Chinatrust Commercial Bank, the largest private lender in Taiwan, completed on Tuesday the country's first public RMBS with a NT$5 billion (US$147 million) offering. Lehman Brothers acted as arranger and co-lead managing underwriter, with Fubon Securities, Grand Cathay Securities and Yuanta Core Pacific Securities making up the local syndicate.

The transaction is backed by 2,723 first lien mortgage loans with an average outstanding balance of NT$1.8 million (US$53,000). The weighted average loan-to-value is 73%.

Regulators at the Bureau of Monetary Affairs OK'd the deal in October 2003. Since then, First Commercial Bank completed Taiwan's first MBS in March with a NT$4.28 billion (US$126 million) issue via Deutsche Bank, followed a month later by Taishin International Bank with a NT$4.4 billion (US$129 million) transaction put together by Citibank.

Both of those deals were placed privately. The essential difference between private and public is that bond funds can buy into the latter.

The delay in Chinatrust came because the parties involved sought to go public, according to Patrick Kaye, senior vice president of Lehman's global structured finance group.

"The Chinatrust deal was actually the first to get approval but we felt that the private placement route would not give Chinatrust the execution it wanted, so we regrouped and reoffered the deal publicly," Kaye said. "As a result, substantial cost benefits were achieved, through lower pricing and subordination."

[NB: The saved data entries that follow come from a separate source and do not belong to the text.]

/**
 * The supervision journal: an append-only file in the data folder holding every supervision
 * record (a trip, a batch of alarm transitions) from the moment it is made until the database
 * has it. `append` writes one JSON line before it returns, so a record survives a database
 * outage and a process stop or kill in between (the operating system holds what a killed
 * process wrote), and asks the operating system to flush it to the disk (fsync) in Node's
 * thread pool, so the event loop never waits for the disk; the owner writes the pending records
 * to the database in order and calls `written` for each, and once none is pending the file is
 * emptied. Each record carries a unique id, stored with it in the database
 * (`supervision_records_applied`), so replaying a record whose write committed but whose
 * confirmation was lost does not store it twice. Such a replay can only take records the file
 * still holds (`recordIds`), so the ids of all other records may be forgotten.
 *
 * Bounded: beyond `maxBytes` new alarm transitions are refused and counted; trips are always
 * kept (one per latch: a reset needs the database, so an outage holds at most one or two).
 */
import { closeSync, fstatSync, fsync, fsyncSync, ftruncateSync, openSync, readFileSync, writeSync } from 'node:fs';
import { promisify } from 'node:util';
import { randomUUID } from 'node:crypto';
import path from 'node:path';
import type { TripRecord } from '../interlock/interlock.js';
import type { AlarmEvent, AlarmMemory } from './alarm-state.js';

/** File name of the journal inside the data folder. */
export const SUPERVISION_JOURNAL_FILE = 'supervision-journal.ndjson';

/** One record of the journal, as written to the database. */
export type SupervisionRecord =
  | { id: string; kind: 'trip'; trip: TripRecord }
  | {
      id: string;
      kind: 'alarm-events';
      /** When the states were taken, Unix epoch ms (a stored state newer than this is kept). */
      atMs: number;
      events: AlarmEvent[];
      /** The states of the alarms the events changed, as they were at `atMs`. */
      states: [string, AlarmMemory][];
    };

type WithoutId<T> = T extends unknown ? Omit<T, 'id'> : never;
/** A record before it gets its id. */
export type NewSupervisionRecord = WithoutId<SupervisionRecord>;

/** The journal on `/api/health` (under `supervision`). */
export interface JournalCounters {
  /** Records in the journal not yet in the database. */
  journalPending: number;
  /** Size of the journal file, bytes. */
  journalBytes: number;
  /** Alarm-transition records refused because the journal was full. */
  journalDropped: number;
  /** Lines of the file that could not be read at start (a write cut off by a crash). */
  journalUnreadable: number;
  /** Flushes to the disk (fsync) the operating system refused. */
  journalSyncErrors: number;
}

export interface SupervisionJournalOptions {
  /** Largest journal file, bytes (default 8 MiB). */
  maxBytes?: number;
}

export class SupervisionJournal {
  private readonly fd: number;
  private readonly pendingRecords: SupervisionRecord[] = [];
  /** Ids of the records in the file: pending, and written but not yet emptied out. */
  private readonly idsInFile = new Set<string>();
  private bytes = 0;
  private dropped = 0;
  private unreadable = 0;
  private syncErrors = 0;
  private readonly maxBytes: number;

  /** Opens (or creates) the journal in `dataDir` and reads what an earlier run left in it. */
  constructor(dataDir: string, opts: SupervisionJournalOptions = {}) {
    this.maxBytes = opts.maxBytes ?? 8 * 1024 * 1024;
    const file = path.join(dataDir, SUPERVISION_JOURNAL_FILE);
    this.fd = openSync(file, 'a+', 0o600);
    const text = readFileSync(this.fd, 'utf8');
    // Only lines ended by a newline were written whole; a cut-off last line is dropped from the file.
    const complete = text.lastIndexOf('\n') + 1;
    for (const line of text.slice(0, complete).split('\n')) {
      if (line === '') continue;
      const record = parseRecord(line);
      if (record) {
        this.pendingRecords.push(record);
        this.idsInFile.add(record.id);
      } else this.unreadable++;
    }
    if (complete < text.length) {
      this.unreadable++;
      ftruncateSync(this.fd, Buffer.byteLength(text.slice(0, complete)));
      fsyncSync(this.fd);
    }
    this.bytes = fstatSync(this.fd).size;
  }

  /**
   * Appends `record` (written to the file before this returns, flushed to the disk in the
   * background) and returns it with its id; null when the journal is full and the record is an
   * alarm-transition batch (counted).
   */
  append(record: NewSupervisionRecord): SupervisionRecord | null {
    const stored = { id: randomUUID(), ...record } as SupervisionRecord;
    const line = Buffer.from(`${JSON.stringify(stored)}\n`);
    if (stored.kind !== 'trip' && this.bytes + line.length > this.maxBytes) {
      this.dropped++;
      return null;
    }
    writeSync(this.fd, line);
    this.flushToDisk();
    this.bytes += line.length;
    this.pendingRecords.push(stored);
    this.idsInFile.add(stored.id);
    return stored;
  }

  /** Records not yet in the database, oldest first. */
  pending(): readonly SupervisionRecord[] {
    return this.pendingRecords;
  }

  /**
   * Ids of every record in the file: the pending ones and those written since the file was last
   * emptied. Only these can be read again at the next start. Once `sync()` has resolved, the
   * disk holds no record outside this list.
   */
  recordIds(): string[] {
    return [...this.idsInFile];
  }

  /** Resolves once everything written to the file so far, an emptying included, is on the disk (fsync in the thread pool). */
  sync(): Promise<void> {
    return promisify(fsync)(this.fd);
  }

  /** The database has `id`: it leaves the pending list, and once none is left the file is emptied. */
  written(id: string): void {
    const index = this.pendingRecords.findIndex((r) => r.id === id);
    if (index >= 0) this.pendingRecords.splice(index, 1);
    if (this.pendingRecords.length === 0 && this.bytes > 0) {
      ftruncateSync(this.fd, 0);
      this.flushToDisk();
      this.bytes = 0;
      this.idsInFile.clear();
    }
  }

  counters(): JournalCounters {
    return {
      journalPending: this.pendingRecords.length,
      journalBytes: this.bytes,
      journalDropped: this.dropped,
      journalUnreadable: this.unreadable,
      journalSyncErrors: this.syncErrors,
    };
  }

  close(): void {
    fsyncSync(this.fd);
    closeSync(this.fd);
  }

  private flushToDisk(): void {
    fsync(this.fd, (error) => {
      // EBADF: the journal was closed meanwhile, and close() flushed it.
      if (error && error.code !== 'EBADF') this.syncErrors++;
    });
  }
}

function parseRecord(line: string): SupervisionRecord | null {
  try {
    const record = JSON.parse(line) as SupervisionRecord;
    return typeof record?.id === 'string' && (record.kind === 'trip' || record.kind === 'alarm-events') ? record : null;
  } catch {
    return null;
  }
}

The decision to tap the public market looks to have paid dividends in terms of cost. Both triple-A tranches on FCB and Taishin deal offered 25 basis points over the six-month adjustable mortgage rate. Most mortgages are priced against this, and the current rate is around 1.4%.

Meanwhile, the NT$4.33 billion (US$127 million) of triple-A notes on the Chinatrust deal offer the same 25-point margin, but are marked against the three-month commercial paper index, which is currently around 1.026%. The legal final maturity of the bonds is 22 years with expected average lives of 3.2 years. Taiwan Ratings rated the paper.

In addition, the transaction offered NT$250 million (US$7.3 million) of 9.2-year double-A paper at 55 points and NT$150 million (US$4.4 million) of 11.4-year single-A notes at 80 points, while the NT$130 million (US$3.8 million) 13.1-year triple-B tranche closed at 125 basis points. The issuer will retain an unrated NT$176 million (US$5.2 million) tranche as credit enhancement. That is equivalent to only 3.5% of total capital, which Kaye said highlights the efficiency of the structure.

The margins on the subordinated tranches were wider than equivalent rated pieces in the previous two MBS deals, but when the lower rate of commercial paper is factored in, the cost difference is negligible.

At press time, details on investor allocation were unavailable. However, Kaye was confident that demand was strong.

"The addition of Fubon, Grand Cathay and Yuanta to the underwriting effort had the effect of broadening the distribution effort and giving Chinatrust access to a larger pool of investors," says Kaye. "We believe it was a great team effort between us, the local underwriters and the issuer, who took an intelligent, deliberate approach to the process."

Kaye argues that Chinatrust has set a new standard for Taiwan securitization by avoiding beginner structures' employed on many new Asian transactions. "This has the full spectrum of investment-grade tranches and allowed Chinatrust to match its funding needs without third-party involvement," he says. "It is a pure non-recourse pass-through structure, and the ratings were secured purely on asset quality, subordination, excess spread and the issuer's retention of the small unrated tranche."

He added that the long tenor bodes well for change in a market traditionally focused on the near term.

Elsewhere in Asia, Korea Housing Finance Corporation, the state mortgage company established in March by the Government and Bank of Korea, has completed the second deal from its recently established monthly MBS program (see ASR 6/28, p.18).

Daewoo Securities, Sejong Securities and Hanyang Securities jointly led KHFC's latest W407 billion (US$352.4 million) offering. The transaction, issued out of the MBS 2004 vehicle, was backed by loans originated by Kookmin Bank, Kiupbank, Nonghyup, Woori Bank and Korea Life Insurance.

The deal was split into six tranches, rated triple-A by Korea Ratings and Korea Investors Service, with maturities ranging from three years to 20 years. KHFC's previous issue was split into nine tranches. Call options were attached to tranches beyond five years.

As with its first deal, KHFC was again able to achieve tight pricing with a weighted average coupon of 5%, 57 basis points over Korean treasury bonds. Individual coupons ranged from 4.28% on the three-year piece to 5.20% on the 20-year notes.

Despite criticism in some quarters that more yield could have been given to attract buyers, KHFC has been lauded for actively trying to sell itself and the MBS product. The agency recently held a series of seminars at top hotels in Seoul, inviting securitization professionals to make presentations on how deal structures work and inviting investor feedback on what they seek in future offerings.